At the cellular level, speech-specificity could mean that neurons generating the response prefer sounds that form phonetically (linguistically) relevant combinations of acoustic features. Acoustically, speech sounds do not have any single unique property different from nonspeech sounds but rather represent particular (unique) combinations of different properties (Stevens, 1980). Although there is plenty of information available on how phonetically important features are encoded in the cochlear nucleus and auditory nerve (see e.g. Delgutte, 1999), the combinations of features in speech sounds that are critical for analysis at the cortical level are less well defined.

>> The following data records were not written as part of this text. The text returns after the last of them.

/**
 * A brief read back from an existing layout, to start proposals for it: its bay (as measured),
 * the sleepers (the occupants' statures, else one per 600 mm of each bed's width), the standing
 * stature, belted seats, the bed it has (made up from the lounge, across or lengthways), the
 * kitchen (counter and sink length, sink, hob, fridge size), water (days from the fresh tank at the
 * water plan's default use), toilet and shower, and gas or all-electric. What the layout does not
 * say is left at the typical brief's value. Always a valid brief (the brief schema decides).
 * Pure: must never import React, Next, the database or the services.
 */
import { kindFacts } from '../layout/kinds';
import { buildUpThickness, surfaceIn } from '../layout/bay';
import type { LayoutDoc } from '../layout/schema';
import { findBeds } from '../checks/beds';
import { resolveSettings } from '../checks/settings';
import { DEFAULT_L_PER_PERSON_DAY } from '../planning/water-plan';
import { gasInventory } from '../planning/gas-ventilation';
import { briefSchema, FRIDGE_UNITS, TYPICAL_BRIEF, type Brief, type FridgeSize } from './brief';
import { SIZES } from './patterns';

const clamp = (n: number, lo: number, hi: number) => Math.min(hi, Math.max(lo, Math.round(n)));

/** The smallest fridge class that holds the drawn fridge's litres (or its height when untyped). */
function fridgeClass(litres: number | undefined, height: number): Exclude<FridgeSize, 'none'> {
  const classes = Object.entries(FRIDGE_UNITS) as [Exclude<FridgeSize, 'none'>, (typeof FRIDGE_UNITS)['small']][];
  const fit = classes.find(([, u]) => (litres !== undefined ? litres <= u.litres : height <= u.height));
  return fit ? fit[0] : 'large';
}

export function briefFromLayout(doc: LayoutDoc): Brief {
  const kinds = new Set(doc.modules.map((m) => m.kind));
  const settings = resolveSettings(doc);
  const beds = findBeds(doc, buildUpThickness(doc), settings);
  const fromBeds = beds.flatMap((b) => Array.from({ length: Math.max(1, Math.floor(b.short / SIZES.perSleeperWidth)) }, () => TYPICAL_BRIEF.sleepers[0]));
  const sleepers = (doc.occupants.sleepers.length > 0 ? doc.occupants.sleepers : fromBeds.length > 0 ? fromBeds : TYPICAL_BRIEF.sleepers).slice(0, 6).map((s) => clamp(s, 900, 2300));
  const sleepPieces = doc.modules.filter((m) => surfaceIn(m, 'sleep') === 'sleep');
  const largest = beds[0];
  const bed: Brief['bed'] = sleepPieces.some((m) => m.kind === 'bench-seat') ? 'lounge' : largest ? (largest.lengthways ? 'lengthways' : 'across') : 'any';
  const counter = doc.modules.filter((m) => m.kind === 'kitchen-counter' || m.kind === 'sink-unit').reduce((s, m) => s + m.length, 0);
  const fridge = doc.modules.find((m) => m.kind === 'fridge');
  const freshLitres = doc.modules.reduce((s, m) => {
    const w = kindFacts(m).water;
    return w?.use === 'fresh' ? s + w.litres : s;
  }, 0);
  const people = clamp(doc.systems?.water?.persons ?? sleepers.length, 1, 8);
  // Gas aboard exactly when the gas checks say so (a hob burns gas unless its fuel says otherwise).
  const gas = gasInventory(doc).present;
  const seats = doc.modules.filter((m) => kindFacts(m).seat?.belted).length;
  const brief = {
    ...TYPICAL_BRIEF,
    bay: { source: 'measured' as const, bay: doc.bay },
    sleepers,
    standing: doc.occupants.standingHeight >= 900 ? clamp(doc.occupants.standingHeight, 900, 2300) : null,
    beltedSeats: clamp(seats, 0, 4),
    bed,
    kitchen: {
      counterMin: clamp(Math.floor(counter / 10) * 10, 0, 3000),
      sink: kinds.has('sink-unit'),
      hob: kinds.has('hob'),
      fridge: fridge ? fridgeClass((fridge.props as { litres?: number } | undefined)?.litres, fridge.height) : ('none' as const),
    },
    water: { days: freshLitres > 0 ? clamp(Math.floor(freshLitres / (people * DEFAULT_L_PER_PERSON_DAY)), 1, 14) : TYPICAL_BRIEF.water.days, people },
    toilet: kinds.has('toilet-cabinet'),
    shower: kinds.has('shower-tray'),
    fuel: gas ? ('gas' as const) : ('electric' as const),
  };
  return briefSchema.parse(brief);
}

The present study implies that a simple combination of formant frequencies does not suffice as the N100m response differed from that evoked by simple speech sounds.

‘Combination sensitive’ neurons, originally proposed by Suga et al. (1978) in a study on auditory system of echolocating bats, have been investigated in a number of animal species and recently also in nonhuman primates (Rauschecker et al., 1995). In the macaque, neurons located posterior to the primary auditory cortex of the left hemisphere (roughly corresponding to the location of our N100m source areas) responded better to complex sounds, e.g. species-specific calls, than to simple tones (Rauschecker et al., 1995). This kind of preference is suggested to be the result of nonlinear summation of inputs from more narrowly tuned neurons in the primary auditory cortex (Rauschecker et al., 1995; Rauschecker, 1998).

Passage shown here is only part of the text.